The ESS rules generally use the ordinary meaning of market value and do not specify which valuation methodology can be used.

The method for calculating the value of an ESS interest can also be specified by regulation in the Income Tax Assessment Regulations 1997 .

Detailed explanation of new law

Schedule 1 to this Bill makes various amendments to the ITAA 1997 (primarily Division 83A) to:

alter one of the taxing points for ESS interests that are rights so that it applies not at the point at which a right can be exercised but at the point at which it is exercised (subject to the share obtained by exercising the right not being further subject to a real risk of forfeiture or genuine restrictions on sale);
increase the maximum deferral period from 7 years to 15 years for ESS interests subject to deferred taxation;
make other improvements to certain parts of the 2009 reforms;
introduce a further concession for employees of certain start-up companies so that the discount on issue is either exempt from income tax (for shares) or deferred until exercise or sale under capital gains tax rules (for rights); and
allow the Commissioner to approve market valuation methodologies that are binding on the Commissioner.

Reversing and improving certain parts of the 2009 reforms

Employee share scheme deferred taxing points

1.48 The deferral period for ESS interests covered under deferred taxation schemes is limited by the ESS deferred taxing points to ensure fairness, continue to align the interests of the employer and employee, and preserve the integrity of the tax system by preventing unlimited deferral of tax on employment remuneration.

1.49 The maximum deferral period has been increased from seven years to 15 years for ESS interests that are either shares or rights. [Schedule 1, item 19, subsections 83A-115(6) and 83A-120(6)]

1.50 The deferred taxing point relating to the exercise of an ESS interest, which is a right, has also been altered so that it now applies when an employee exercises the right rather than when the employee can exercise the right. However, the existing exceptions continue to apply if the share obtained from exercising the right is subject to a real risk of forfeiture or genuine restrictions on sale. In this situation, the deferral will continue to be the time at which those risks and restrictions are lifted if this occurs after exercise. [Schedule 1, items 20 to 22, subsection 83A-120(7)]

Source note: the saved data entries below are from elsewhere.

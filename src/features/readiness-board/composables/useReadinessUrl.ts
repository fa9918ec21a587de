import { computed } from 'vue'
import { useRoute, useRouter, type LocationQueryRaw } from 'vue-router'
import type { ReadinessFilters } from '@/api/readiness'
import { filtersFromQuery } from '@/features/worklist/composables/useWorklistUrl'

/**
 * The readiness board's filters live in the URL like the worklist's (same parsing, so a bad
 * hand-edited value is dropped, never sent). No dates means the server's next 8 weeks.
 */
export function useReadinessUrl() {
  const route = useRoute()
  const router = useRouter()

  const filters = computed<ReadinessFilters>(() => {
    const f = filtersFromQuery(route.query)
    return { from: f.from, to: f.to, procedureCode: f.procedureCode, surgeonId: f.surgeonId }
  })

  function update(changes: Partial<ReadinessFilters>): void {
    const next: LocationQueryRaw = { ...route.query }
    for (const [k, v] of Object.entries(changes)) {
      if (v === undefined || v === null || v === '') delete next[k]
      else next[k] = String(v)
    }
    void router.replace({ query: next })
  }

  function clear(): void {
    const next: LocationQueryRaw = { ...route.query }
    for (const k of ['from', 'to', 'procedureCode', 'surgeonId']) delete next[k]
    void router.replace({ query: next })
  }

  return { filters, update, clear }
}
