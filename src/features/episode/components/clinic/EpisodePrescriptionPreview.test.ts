// @vitest-environment jsdom
import { describe, expect, it } from 'vitest'
import { ironDosePlan } from '@shared/clinical/ironPlan'
import type { IronProduct } from '@shared/clinical/ironProduct'
import type { DosePlanPreview } from '@shared/clinic/views'
import { mountInApp } from '@/testing/component'
import EpisodePrescriptionPreview from './EpisodePrescriptionPreview.vue'

// An invented formulary entry (demo data): 1000 mg or 20 mg/kg a dose, 7 days apart, 100 mg vials.
const product: IronProduct = {
  code: 'demo-iv-a',
  name: 'Demo IV iron A',
  route: 'iv',
  maxSingleDoseMg: 1000,
  maxSingleDoseMgPerKg: 20,
  minIntervalDays: 7,
  roundToMg: 100,
  phosphateCheckOnRepeat: true,
}
const inputs = {
  weightKg: 45,
  weightMeasuredAt: '2026-03-02',
  heightCm: null,
  ageYears: 61,
  hbGL: 80,
  hbTakenAt: '2026-03-01',
  targetHbGL: 150,
  firstDoseDate: '2026-03-09',
  plannedSurgeryDate: '2026-06-15',
}
const weightWarning = 'The weight (45 kg) was measured 120 days ago, more than 90: re-weigh the patient before relying on this dose.'
const phosphateMessage = 'A repeat course of Demo IV iron A: check serum phosphate before the first dose.'

/** The server's answer: the plan from the shared rules, and what the server adds around it. */
function preview(extra: { weightOld?: boolean; phosphate?: boolean } = {}): DosePlanPreview {
  const plan = ironDosePlan({
    product,
    weightKg: inputs.weightKg,
    hbGL: inputs.hbGL,
    targetHbGL: inputs.targetHbGL,
    startDate: inputs.firstDoseDate,
    ageYears: inputs.ageYears,
  })
  const warnings = [...(extra.weightOld ? [weightWarning] : []), ...plan.warnings, ...(extra.phosphate ? [phosphateMessage] : [])]
  return {
    product,
    productSource: 'Local formulary (demo).',
    inputs,
    plan: { ...plan, warnings },
    phosphate: { needed: !!extra.phosphate, message: extra.phosphate ? phosphateMessage : '' },
    methods: { deficit: 'Ganzoni, actual weight', caps: 'Caps from the formulary.' },
    cautions: [],
    cautionQuestions: [],
  }
}

describe('the prescription preview', () => {
  it('when 45 kg limits each dose, then the caps are listed in words with the figures they came from', () => {
    const wrapper = mountInApp(EpisodePrescriptionPreview, { props: { preview: preview(), updating: false } })
    const caps = wrapper.get('.prescription-preview__caps').text()
    // 20 mg/kg × 45 kg = 900 mg, below the 1000 mg single-dose limit.
    expect(caps).toContain('Per dose at most 900 mg (mg per kg limit)')
    expect(caps).toContain('At most 20 mg/kg (weight 45 kg)')
    expect(caps).toContain('At least 7 days between doses')
    expect(caps).toContain('Doses in steps of 100 mg')
    expect(wrapper.get('[data-testid="dose-total"]').text()).toBe(`${preview().plan.totalMg} mg`)
  })

  it('when the plan splits the total, then the warning names the cap in words, never by its identifier', () => {
    const p = preview()
    expect(p.plan.doses.length).toBeGreaterThan(1)
    const wrapper = mountInApp(EpisodePrescriptionPreview, { props: { preview: p, updating: false } })
    const warnings = wrapper.get('[data-testid="dose-warnings"]').text()
    expect(warnings).toContain('Check:')
    expect(warnings).toContain('exceeds the per-dose limit of 900 mg (mg per kg limit)')
    expect(warnings).not.toContain('maxSingleDoseMgPerKg')
  })

  it('when the weight is out of date, then it stands apart as an alert and is not repeated among the warnings', () => {
    const wrapper = mountInApp(EpisodePrescriptionPreview, { props: { preview: preview({ weightOld: true }), updating: false } })
    const alert = wrapper.get('[data-testid="weight-warning"]')
    expect(alert.attributes('role')).toBe('alert')
    expect(alert.text()).toContain('Weight out of date.')
    expect(alert.text()).toContain('re-weigh the patient')
    expect(wrapper.get('[data-testid="dose-warnings"]').text()).not.toContain('re-weigh')
  })

  it('when a phosphate is needed first, then it is said once, above the figures', () => {
    const wrapper = mountInApp(EpisodePrescriptionPreview, { props: { preview: preview({ phosphate: true }), updating: false } })
    expect(wrapper.get('[data-testid="phosphate-needed"]').text()).toContain('Phosphate first.')
    expect(wrapper.get('[data-testid="dose-warnings"]').text()).not.toContain('serum phosphate')
  })

  it('when the answer carries no warning, then no warning list and no alert are shown', () => {
    const base = preview()
    const wrapper = mountInApp(EpisodePrescriptionPreview, {
      props: { preview: { ...base, plan: { ...base.plan, warnings: [] } }, updating: false },
    })
    expect(wrapper.find('[data-testid="dose-warnings"]').exists()).toBe(false)
    expect(wrapper.find('[data-testid="weight-warning"]').exists()).toBe(false)
    expect(wrapper.find('[data-testid="phosphate-needed"]').exists()).toBe(false)
  })
})
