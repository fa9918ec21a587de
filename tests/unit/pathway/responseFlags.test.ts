import { describe, expect, it } from 'vitest'
import { ironResponse } from '../../../shared/clinic/evidence'
import { responseFlags, treatmentFromDoses } from '../../../shared/clinic/responseFlags'
import { referralFlags, type FlagInput } from '../../../shared/pathway'

// Non-response: < 10 g/L rise by 4 weeks after IV iron (common practice, clinical reference §11);
// falling: 5 g/L or more below the pre-treatment value (common practice).
const ZONE = 'Europe/London'
const iv = { kind: 'iv' as const, firstDoseAt: '2027-02-01T10:00:00Z', lastDoseAt: '2027-02-01T10:00:00Z', totalMg: 1000, deficitMg: null }
const base: FlagInput = {
  stage: 'recheck',
  plannedSurgeryDate: '2027-04-01',
  anaemic: true,
  latestHbAt: '2027-03-05T09:00:00Z',
  recheckDueDate: '2027-03-01',
  treatmentOrderedAt: '2027-01-30T09:00:00Z',
  treatmentGivenAt: '2027-02-01T10:00:00Z',
}

describe('the response to iron as worklist flags', () => {
  it('when Hb goes 100 → 106 g/L 32 days after IV iron, then it is non-response and the worklist shows "no response to IV iron"', () => {
    const r = ironResponse(
      [
        { takenAt: '2027-01-28T09:00:00Z', hbGL: 100 },
        { takenAt: '2027-03-05T09:00:00Z', hbGL: 106 },
      ],
      iv,
      ZONE,
    )
    expect(r).toMatchObject({ nonResponse: true, falling: false })
    expect(referralFlags({ ...base, noResponseToIron: r.nonResponse, hbFallingAfterIron: r.falling }, '2027-03-06', ZONE)).toContain(
      'no-response-to-iron',
    )
  })

  it('when the same 6 g/L rise is measured only 20 days after the dose, then it is too early to call non-response', () => {
    expect(
      ironResponse(
        [
          { takenAt: '2027-01-28T09:00:00Z', hbGL: 100 },
          { takenAt: '2027-02-21T09:00:00Z', hbGL: 106 },
        ],
        iv,
        ZONE,
      ).nonResponse,
    ).toBe(false)
  })

  it('when oral iron is followed by a 6 g/L rise at 5 weeks, then the IV non-response rule does not apply', () => {
    expect(
      ironResponse(
        [
          { takenAt: '2027-01-28T09:00:00Z', hbGL: 100 },
          { takenAt: '2027-03-08T09:00:00Z', hbGL: 106 },
        ],
        { ...iv, kind: 'oral' },
        ZONE,
      ).nonResponse,
    ).toBe(false)
  })

  it(
    'when Hb falls from 120 to 114 g/L after iron, then the worklist shows ' + '"Hb falling after iron"; after surgery no flag is shown',
    () => {
      const r = ironResponse(
        [
          { takenAt: '2027-01-28T09:00:00Z', hbGL: 120 },
          { takenAt: '2027-02-20T09:00:00Z', hbGL: 114 },
        ],
        iv,
        ZONE,
      )
      expect(r.falling).toBe(true)
      expect(referralFlags({ ...base, hbFallingAfterIron: true }, '2027-03-06', ZONE)).toContain('hb-falling')
      expect(referralFlags({ ...base, stage: 'operated', hbFallingAfterIron: true, noResponseToIron: true }, '2027-03-06', ZONE)).toEqual(
        [],
      )
    },
  )
})

describe('the response flags kept on the referral row (shared/clinic/responseFlags.ts)', () => {
  const doses = [
    { givenAt: '2027-02-01T10:00:00Z', doseMg: 500, route: null },
    { givenAt: '2027-02-08T10:00:00Z', doseMg: 500, route: 'iv' as const },
  ]

  it(
    'when two 500 mg doses were recorded, then the course is 1000 mg from the first dose to the last, ' +
      'and a dose with no route counts as IV',
    () => {
      expect(treatmentFromDoses(doses)).toEqual({
        kind: 'iv',
        firstDoseAt: doses[0]!.givenAt,
        lastDoseAt: doses[1]!.givenAt,
        totalMg: 1000,
        deficitMg: null,
      })
      expect(treatmentFromDoses([])).toBeNull()
    },
  )

  it(
    'when Hb goes 100 → 106 g/L 5 weeks after the last IV dose, then the row keeps "no response" and not ' +
      '"falling" (< 10 g/L rise by 4 weeks, common practice, reference §11)',
    () => {
      const hb = [
        { takenAt: '2027-01-28T09:00:00Z', hbGL: 100 },
        { takenAt: '2027-03-15T09:00:00Z', hbGL: 106 },
      ]
      expect(responseFlags(hb, doses, ZONE)).toEqual({ noResponseToIron: true, hbFallingAfterIron: false })
    },
  )

  it(
    'when Hb falls 120 → 114 g/L after iron, then the row keeps "Hb falling" (a fall of 5 g/L or more, ' +
      'common practice); without doses neither flag',
    () => {
      const hb = [
        { takenAt: '2027-01-28T09:00:00Z', hbGL: 120 },
        { takenAt: '2027-02-20T09:00:00Z', hbGL: 114 },
      ]
      expect(responseFlags(hb, doses, ZONE).hbFallingAfterIron).toBe(true)
      expect(responseFlags(hb, [], ZONE)).toEqual({ noResponseToIron: false, hbFallingAfterIron: false })
    },
  )
})
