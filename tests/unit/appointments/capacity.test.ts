import { describe, expect, it } from 'vitest'
import { freeSlots, peakOverlap } from '../../../shared/appointments'

const m = (hhmm: string) => {
  const [h, mi] = hhmm.split(':').map(Number)
  return (h! * 60 + mi!) * 60_000
}
const span = (a: string, b: string) => ({ startMs: m(a), endMs: m(b) })

describe('infusion chairs in use', () => {
  it('when two visits follow each other, then they share one chair', () => {
    expect(peakOverlap([span('09:00', '10:00'), span('10:00', '11:00')], span('09:00', '11:00'))).toBe(1)
  })

  it('when visits overlap in part, then the peak counts only those running at once', () => {
    const booked = [span('09:00', '10:00'), span('09:30', '10:30'), span('10:15', '11:00')]
    expect(peakOverlap(booked, span('09:00', '11:00'))).toBe(2)
    expect(peakOverlap(booked, span('10:30', '11:00'))).toBe(1)
  })

  it("when a session is full at the asked time, then the free starts that follow are offered, clear of the patient's own visits", () => {
    const session = { id: 7, chairs: 1, ...span('09:00', '12:00'), bookings: [span('09:00', '10:00')] }
    const slots = freeSlots([session], 60, m('09:00'), [span('10:00', '10:30')])
    expect(slots.map((s) => s.startMs)).toEqual([m('10:30'), m('10:45'), m('11:00')])
    expect(slots[0]!.sessionId).toBe(7)
  })
})
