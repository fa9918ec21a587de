import { describe, expect, it } from 'vitest'
import { dateInZone, todayInZone, referralFlags, type FlagInput } from '../../../shared/pathway'

// UK summer time is UTC+1 (British Summer Time) from the last Sunday of March to the last
// Sunday of October — common practice, GOV.UK "When do the clocks change".
const LONDON = 'Europe/London'

describe("the clinic's today", () => {
  it('when it is 23:30 UTC on 13 July, then it is already 14 July on the clinic calendar in London', () => {
    expect(todayInZone(LONDON, new Date('2027-07-13T23:30:00Z'))).toBe('2027-07-14')
  })

  it('when it is 23:30 UTC in January, then it is still the same day in London (no summer time)', () => {
    expect(todayInZone(LONDON, new Date('2027-01-13T23:30:00Z'))).toBe('2027-01-13')
  })

  it('when the clinic is in New York and it is 02:00 UTC, then the clinic is still on the previous day', () => {
    expect(todayInZone('America/New_York', new Date('2027-07-14T02:00:00Z'))).toBe('2027-07-13')
  })

  it('when an Hb is taken at 00:30 London summer time, then its clinic date is that day, not the UTC day before', () => {
    expect(dateInZone('2027-07-13T23:30:00.000Z', LONDON)).toBe('2027-07-14')
  })
})

describe('flags on the clinic calendar around midnight', () => {
  const base: FlagInput = {
    stage: 'recheck',
    plannedSurgeryDate: '2027-08-30',
    anaemic: false,
    latestHbAt: null,
    recheckDueDate: '2027-07-14',
    treatmentOrderedAt: null,
    treatmentGivenAt: null,
  }

  it('when the re-check Hb is taken at 00:30 clinic time on its due date, then the re-check is not overdue', () => {
    // 00:30 BST on 14 July is 23:30 UTC on 13 July: read in UTC it would look a day early.
    const flags = referralFlags({ ...base, latestHbAt: '2027-07-13T23:30:00.000Z' }, '2027-07-20', LONDON)
    expect(flags).not.toContain('recheck-overdue')
  })

  it('when the last Hb was taken at 23:30 clinic time the day before the due date, then the re-check is overdue', () => {
    const flags = referralFlags({ ...base, latestHbAt: '2027-07-13T22:30:00.000Z' }, '2027-07-20', LONDON)
    expect(flags).toContain('recheck-overdue')
  })

  it('when surgery is 28 days after the clinic day (the screening window), then an anaemic patient is flagged; at 29 days not', () => {
    const anaemic = { ...base, stage: 'screened' as const, anaemic: true, latestHbAt: '2027-07-01T09:00:00Z', recheckDueDate: null }
    expect(referralFlags({ ...anaemic, plannedSurgeryDate: '2027-08-11' }, '2027-07-14', LONDON)).toContain('surgery-soon-anaemic')
    expect(referralFlags({ ...anaemic, plannedSurgeryDate: '2027-08-12' }, '2027-07-14', LONDON)).not.toContain('surgery-soon-anaemic')
  })
})
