import { describe, expect, it } from 'vitest'
import { localDate, localTime, longDate, zonedToUtc, zoneName } from '../../../shared/appointments'

// UK clock changes: last Sunday of March (01:00 UTC) and of October (01:00 UTC) — common practice, GOV.UK "When do the clocks change".
describe('clinic wall-clock time', () => {
  it('when it is summer in London, then 09:30 on the clinic clock is 08:30 UTC', () => {
    expect(zonedToUtc('2027-07-13', '09:30', 'Europe/London').toISOString()).toBe('2027-07-13T08:30:00.000Z')
  })

  it('when it is winter in London, then clinic time is UTC', () => {
    expect(zonedToUtc('2027-01-12', '09:30', 'Europe/London').toISOString()).toBe('2027-01-12T09:30:00.000Z')
  })

  it('when the clocks went forward that night (28 March 2027), then a morning time is already on summer time', () => {
    expect(zonedToUtc('2027-03-28', '09:00', 'Europe/London').toISOString()).toBe('2027-03-28T08:00:00.000Z')
    expect(zonedToUtc('2027-03-27', '09:00', 'Europe/London').toISOString()).toBe('2027-03-27T09:00:00.000Z')
  })

  it('when an instant is shown, then date and time read in the clinic zone, not the server zone', () => {
    const d = new Date('2027-07-13T23:30:00Z')
    expect(localDate(d, 'Europe/London')).toBe('2027-07-14')
    expect(localTime(d, 'Europe/London')).toBe('00:30')
    expect(longDate(d, 'Europe/London')).toBe('Wednesday 14 July 2027')
  })

  it('then the zone is named in words a patient understands', () => {
    expect(zoneName('Europe/London')).toBe('UK time (Europe/London)')
    expect(zoneName('Europe/Dublin')).toBe('local time (Europe/Dublin)')
  })
})
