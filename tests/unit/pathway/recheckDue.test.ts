import { describe, expect, it } from 'vitest'
import { recheckDueOn } from '../../../shared/clinic/recheck'

// 28 days: the ferric carboxymaltose product information asks for Hb to be reassessed no
// earlier than 4 weeks after the last dose (clinical reference §6).
describe('the re-check due date on the clinic calendar', () => {
  it(
    'when a dose is given at 00:30 London summer time (23:30 UTC the day before), then the re-check is due 28 days after the London ' +
      'day',
    () => {
      expect(recheckDueOn('2027-07-14T23:30:00Z', 'Europe/London', 28)).toBe('2027-08-12')
      // The UTC day would have been 2027-07-14 → 2027-08-11, a day early.
    },
  )

  it('when a dose is given at 10:00 in Auckland (22:00 UTC the day before), then the Auckland day counts', () => {
    expect(recheckDueOn('2027-03-01T22:00:00Z', 'Pacific/Auckland', 28)).toBe('2027-03-30')
  })

  it('when a dose is given at 23:30 in New York (04:30 UTC the next day), then the New York day counts', () => {
    expect(recheckDueOn('2027-01-11T04:30:00Z', 'America/New_York', 28)).toBe('2027-02-07')
  })
})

1.51 When an employee exercises a right includes situations in which the right is automatically exercised as a result of a contractual obligation between the employee and the provider of the ESS interest or because the features of the right result in its automatic conversion into shares when certain pre-conditions are met.

Allowing further access to deferred taxation

1.52 This Schedule also provides that certain rights schemes that do not contain a real risk of forfeiture can access deferred taxation treatment.

1.53 An ESS interest an employee can acquire under an ESS is subject to deferred taxation if:

the scheme is a scheme in which employees can access ESS interests that are rights;
the scheme genuinely restricts the employee immediately disposing of those rights; and
the scheme rules expressly state that the scheme is subject to deferred taxation. [Schedule 1, item 18, subsection 83A-105(6)]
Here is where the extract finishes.